再放任它们喷下去,只怕立刻就要一命呜呼。死亡近在眼前,她甚至来不及呼痛,也顾不得其他,迅速服了颗止血灵药。
在灵气日益稀薄的世界,蕴含灵气的药品非常珍贵,只一瓶就可价值千金。不过贵也有贵的道理,效果的确非凡,一颗下肚,周身的伤迅速结疤,不说恢复如初,至少不像方才那样血流如注。
无夜看在眼里,却并不阻止。
她心里清楚得很,大boss在晋简手下吃了暗亏极其不爽,以他恶劣的个性肯定不会轻易放过自己。只要他还想折磨她,就不会这么轻易让她身死。
估计即使没有灵药救命,等她再担惊受怕一阵子,他也会亲自出手为她治疗。
虽然知道性命暂时无忧,甄微还是放缓呼吸,尽量让它听起来趋于虚弱。她骨架小,身材纤细,化作少年模样依旧孱弱非常,此时瘫软伏在地面,任衣物上的血迹在地上逶迤,唇瓣苍白毫无血色,完全是副受了重伤的样子。
变态心理多半相同,就爱看别人的惨相,要是不顺着他的毛撸,无夜说不定还要狠狠折腾她。

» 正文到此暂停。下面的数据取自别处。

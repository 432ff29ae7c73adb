//! Documentation generated from the command-line definition itself: a walk over
//! `clap::Command` into a small description ([`CommandSpec`]) from which shell completion
//! scripts ([`completions`]) and the roff manual page ([`roff`]) are written. Nothing here
//! names a command: whatever is registered in [`crate::cli::Cli`] is picked up.

pub mod completions;
pub mod roff;

use clap::{ArgAction, ValueHint};

/// What kind of value an option (or positional argument) expects, for completion.
#[derive(Debug, Clone, PartialEq, Eq)]
pub enum ValueKind {
    /// A flag: no value.
    None,
    /// A file path (value name FILE, or a path-typed value).
    Path,
    /// A folder path.
    Folder,
    /// One of a fixed list of words.
    Choice(Vec<String>),
    /// Free text (a number, a column name …).
    Text,
}

/// One option or positional argument.
#[derive(Debug, Clone)]
pub struct ArgSpec {
    /// Long name without the dashes (None for a positional).
    pub long: Option<String>,
    /// Short letter, if any.
    pub short: Option<char>,
    /// Name of the value (`FILE`, `COLUMN` …) as shown in help.
    pub value_name: Option<String>,
    /// What the value is.
    pub kind: ValueKind,
    /// May be given more than once / takes several values.
    pub repeatable: bool,
    /// Must be given.
    pub required: bool,
    /// Help text (long form where one exists), trimmed.
    pub help: String,
    /// Default values shown in help.
    pub defaults: Vec<String>,
}

impl ArgSpec {
    /// True when the option expects a value.
    pub fn takes_value(&self) -> bool {
        self.kind != ValueKind::None
    }

    /// First line of the help text (for one-line descriptions in completion menus).
    pub fn summary(&self) -> String {
        self.help.lines().next().unwrap_or_default().trim().to_string()
    }
}

/// One command (the program itself or a subcommand) with its options and subcommands.
#[derive(Debug, Clone)]
pub struct CommandSpec {
    /// The command's name (`skyclock`, or a subcommand's name).
    pub name: String,
    /// Names from the program down to this command, e.g. `["skyclock", "fold-curve"]`.
    pub path: Vec<String>,
    /// Version string, where the command has one.
    pub version: Option<String>,
    /// One-line description.
    pub about: String,
    /// Longer description where one exists.
    pub long_about: Option<String>,
    /// Text shown after the options (the worked example).
    pub example: Option<String>,
    /// Usage line as clap renders it, without the `Usage: ` prefix.
    pub usage: String,
    /// Options (with a long or short name), in help order.
    pub options: Vec<ArgSpec>,
    /// Positional arguments, in order.
    pub positionals: Vec<ArgSpec>,
    /// Visible subcommands.
    pub subcommands: Vec<CommandSpec>,
}

impl CommandSpec {
    /// Walks a clap command (built first, so that `--help`, `--version` and the `help`
    /// subcommand are present as the user sees them).
    pub fn from_clap(command: &clap::Command) -> Self {
        let mut command = command.clone();
        command.build();
        Self::walk(&mut command, Vec::new())
    }

    /// The skyclock command line as registered in [`crate::cli::Cli`].
    pub fn skyclock() -> Self {
        Self::from_clap(&<crate::cli::Cli as clap::CommandFactory>::command())
    }

    fn walk(command: &mut clap::Command, parent: Vec<String>) -> Self {
        let mut path = parent;
        path.push(command.get_name().to_string());
        let usage = command.render_usage().to_string();
        let usage = usage.trim().trim_start_matches("Usage:").trim().to_string();
        let mut options = Vec::new();
        let mut positionals = Vec::new();
        for arg in command.get_arguments().filter(|a| !a.is_hide_set()) {
            let spec = arg_spec(arg);
            if arg.is_positional() {
                positionals.push(spec);
            } else {
                options.push(spec);
            }
        }
        let subcommands =
            command.get_subcommands_mut().filter(|c| !c.is_hide_set()).map(|c| Self::walk(c, path.clone())).collect();
        CommandSpec {
            name: command.get_name().to_string(),
            version: command.get_version().map(str::to_string),
            about: command.get_about().map(|s| s.to_string()).unwrap_or_default().trim().to_string(),
            long_about: command.get_long_about().map(|s| s.to_string().trim().to_string()),
            example: command
                .get_after_long_help()
                .or_else(|| command.get_after_help())
                .map(|s| s.to_string().trim_end().to_string()),
            usage,
            options,
            positionals,
            subcommands,
            path,
        }
    }

    /// Every command below this one (depth first), not counting itself.
    pub fn descendants(&self) -> Vec<&CommandSpec> {
        let mut all = Vec::new();
        for c in &self.subcommands {
            all.push(c);
            all.extend(c.descendants());
        }
        all
    }

    /// True for clap's own `help` subcommand and the entries below it (documented by the
    /// program's usage, not tasks of their own).
    pub fn is_help_command(&self) -> bool {
        self.path.get(1).is_some_and(|n| n == "help") && self.example.is_none()
    }

    /// The path joined with spaces, e.g. `skyclock fold-curve`.
    pub fn full_name(&self) -> String {
        self.path.join(" ")
    }
}

fn arg_spec(arg: &clap::Arg) -> ArgSpec {
    let takes_value = arg.get_action().takes_values();
    let value_name = arg
        .get_value_names()
        .and_then(|v| v.first())
        .map(|s| s.to_string())
        .or_else(|| arg.is_positional().then(|| arg.get_id().as_str().to_uppercase()));
    let kind = if !takes_value {
        ValueKind::None
    } else {
        let choices: Vec<String> =
            arg.get_possible_values().iter().filter(|v| !v.is_hide_set()).map(|v| v.get_name().to_string()).collect();
        let named_file = value_name.as_deref().is_some_and(|n| n == "FILE" || n.ends_with("_FILE"));
        if !choices.is_empty() {
            ValueKind::Choice(choices)
        } else if arg.get_value_hint() == ValueHint::DirPath || value_name.as_deref() == Some("FOLDER") {
            ValueKind::Folder
        } else if named_file || matches!(arg.get_value_hint(), ValueHint::FilePath | ValueHint::AnyPath) {
            ValueKind::Path
        } else {
            ValueKind::Text
        }
    };
    let repeatable = matches!(arg.get_action(), ArgAction::Append | ArgAction::Count)
        || arg.get_num_args().is_some_and(|n| n.max_values() > 1);
    let help =
        arg.get_long_help().or_else(|| arg.get_help()).map(|s| s.to_string().trim().to_string()).unwrap_or_default();
    ArgSpec {
        long: arg.get_long().map(str::to_string),
        short: arg.get_short(),
        value_name,
        kind,
        repeatable,
        required: arg.is_required_set(),
        help,
        defaults: arg.get_default_values().iter().map(|v| v.to_string_lossy().to_string()).collect(),
    }
}

/// Prints `text` on stdout, or writes it to `output` atomically (temporary file in the same
/// folder, then rename). The running program itself counts as an input: writing over it is
/// refused.
pub fn print_or_write(text: &str, output: Option<&std::path::Path>) -> anyhow::Result<()> {
    use anyhow::{Context, bail};
    let Some(path) = output else {
        use std::io::Write;
        let mut stdout = std::io::stdout().lock();
        return match stdout.write_all(text.as_bytes()).and_then(|_| stdout.flush()) {
            // A reader that stops early (`| head`) is not a failure.
            Err(e) if e.kind() == std::io::ErrorKind::BrokenPipe => Ok(()),
            other => other.context("writing to standard output"),
        };
    };
    if path.is_dir() {
        bail!(
            "--output {} is a folder; give a file name inside it, e.g. {}",
            path.display(),
            path.join("skyclock.out").display()
        );
    }
    if let Some(parent) = path.parent().filter(|p| !p.as_os_str().is_empty())
        && !parent.is_dir()
    {
        bail!("cannot write {}: the folder {} does not exist (create it first)", path.display(), parent.display());
    }
    if let Ok(program) = std::env::current_exe() {
        skyclock::table::refuse_overwriting_inputs(path, &[program.as_path()]).map_err(|_| {
            anyhow::anyhow!(
                "refusing to write over the skyclock program itself ({}); choose another --output",
                path.display()
            )
        })?;
    }
    skyclock::table::write::write_atomically(path, |f| std::io::Write::write_all(f, text.as_bytes()))
        .with_context(|| format!("writing {} (check that the folder is writable)", path.display()))
}

#[cfg(test)]
mod tests {
    use super::*;
    use clap::{Arg, Command};

    /// A small invented command line, independent of skyclock's own commands.
    pub(crate) fn toy() -> CommandSpec {
        let cmd = Command::new("toy")
            .about("Toy program for the generator tests")
            .subcommand(
                Command::new("fold-star")
                    .about("Fold the light curve of Star Alpha")
                    .after_help("Example:\n  toy fold-star --input alpha.csv --method mean")
                    .arg(Arg::new("input").long("input").value_name("FILE").required(true).help("Input table"))
                    .arg(Arg::new("method").long("method").value_parser(["mean", "median"]).help("Binning"))
                    .arg(Arg::new("bins").long("bins").value_name("N").help("Number of bins"))
                    .arg(Arg::new("quiet").long("quiet").action(ArgAction::SetTrue).help("Say less"))
                    .arg(Arg::new("secret").long("secret").hide(true))
                    .arg(Arg::new("times").num_args(1..).help("Times to mark")),
            )
            .subcommand(
                Command::new("outputs")
                    .about("Write things")
                    .arg(Arg::new("folder").long("folder").value_hint(ValueHint::DirPath)),
            );
        CommandSpec::from_clap(&cmd)
    }

    #[test]
    fn walk_finds_subcommands_options_and_kinds() {
        let t = toy();
        let names: Vec<&str> = t.subcommands.iter().map(|c| c.name.as_str()).collect();
        assert!(names.contains(&"fold-star") && names.contains(&"outputs") && names.contains(&"help"), "{names:?}");
        let fold = &t.subcommands[0];
        assert_eq!(fold.path, vec!["toy", "fold-star"]);
        let get =
            |n: &str| fold.options.iter().find(|o| o.long.as_deref() == Some(n)).unwrap_or_else(|| panic!("no --{n}"));
        assert_eq!(get("input").kind, ValueKind::Path);
        assert!(get("input").required);
        assert_eq!(get("method").kind, ValueKind::Choice(vec!["mean".into(), "median".into()]));
        assert_eq!(get("bins").kind, ValueKind::Text);
        assert_eq!(get("quiet").kind, ValueKind::None);
        assert_eq!(get("help").kind, ValueKind::None);
        assert!(fold.options.iter().all(|o| o.long.as_deref() != Some("secret")), "hidden options are left out");
        assert_eq!(fold.positionals.len(), 1);
        assert!(fold.positionals[0].repeatable);
        assert_eq!(fold.positionals[0].value_name.as_deref(), Some("TIMES"));
        assert!(fold.example.as_deref().unwrap().starts_with("Example:"));
        assert!(fold.usage.starts_with("toy fold-star"), "{}", fold.usage);
        let outputs = &t.subcommands[1];
        assert_eq!(
            outputs.options.iter().find(|o| o.long.as_deref() == Some("folder")).unwrap().kind,
            ValueKind::Folder
        );
        assert!(t.subcommands.iter().find(|c| c.name == "help").unwrap().is_help_command());
        assert!(!fold.is_help_command());
    }

    #[test]
    fn skyclock_walk_sees_every_registered_command() {
        let spec = CommandSpec::skyclock();
        let from_clap: Vec<String> = <crate::cli::Cli as clap::CommandFactory>::command()
            .get_subcommands()
            .map(|c| c.get_name().to_string())
            .collect();
        assert!(from_clap.len() >= 10);
        for name in &from_clap {
            assert!(spec.subcommands.iter().any(|c| &c.name == name), "{name} missing from the walk");
        }
    }
}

甄微眼睛半阖,一边喘息,一边酸溜溜地想:大佬就是好,随便出手都这么厉害。
不像她,累死累活修炼半天,还是谁都打不过!
可能是她的情形确实有点惨,无夜竟然冰雪消融,哈哈哈笑出了声。
甄微:“……”
有什么好笑的,你是个傻哔——吧!
他跟个大公鸡似的,咯咯咯笑个不停,要多猖獗有多猖獗,要多贱有多贱。
俘虏没有人权,也没资格跟大佬叫板,她只好左耳进右耳出,彻底无视他那些噪音。
不知笑了多久,无夜停歇,修长的手指托起下巴,神情玩味:“你弱得像只阴沟里的老鼠,使剑的小子怎么会和你为伍?”
甄微想了想,尬笑一声:“因为我漂亮?”
“……”
他收敛笑意,添了几分认真,从头到尾将她审视一遍。
少年毫无形象地趴在地上,脸露出一小半,还是能看出他鸦发云鬓,唇红齿白。
“真的还挺好看的。”无夜不吝啬赞赏,大大方方夸她一句。
她还没来得及高兴,听那人话锋陡转,阴森森道:“竟敢比我更好看,找死。”
甄微顿感不妙,当即想捂脸求饶。可她速度哪儿有大佬快?
无夜话音都还没落下,她又往后面摔出去几米。这次的攻击来得太猝不及防,她没作任何防备,立刻摔得两眼冒金星,胸口剧痛,翻涌之下呕出滩血。
吐…吐血了…
她脑子里飞速闪过某些电视剧的画面,一般角色拿个绣帕捂嘴,吐出口血,这就意味着他要领盒饭下场了。‘吐血等于领盒饭’这个观念在脑中根深蒂固,让她登时抖了抖,呼吸都急促起来。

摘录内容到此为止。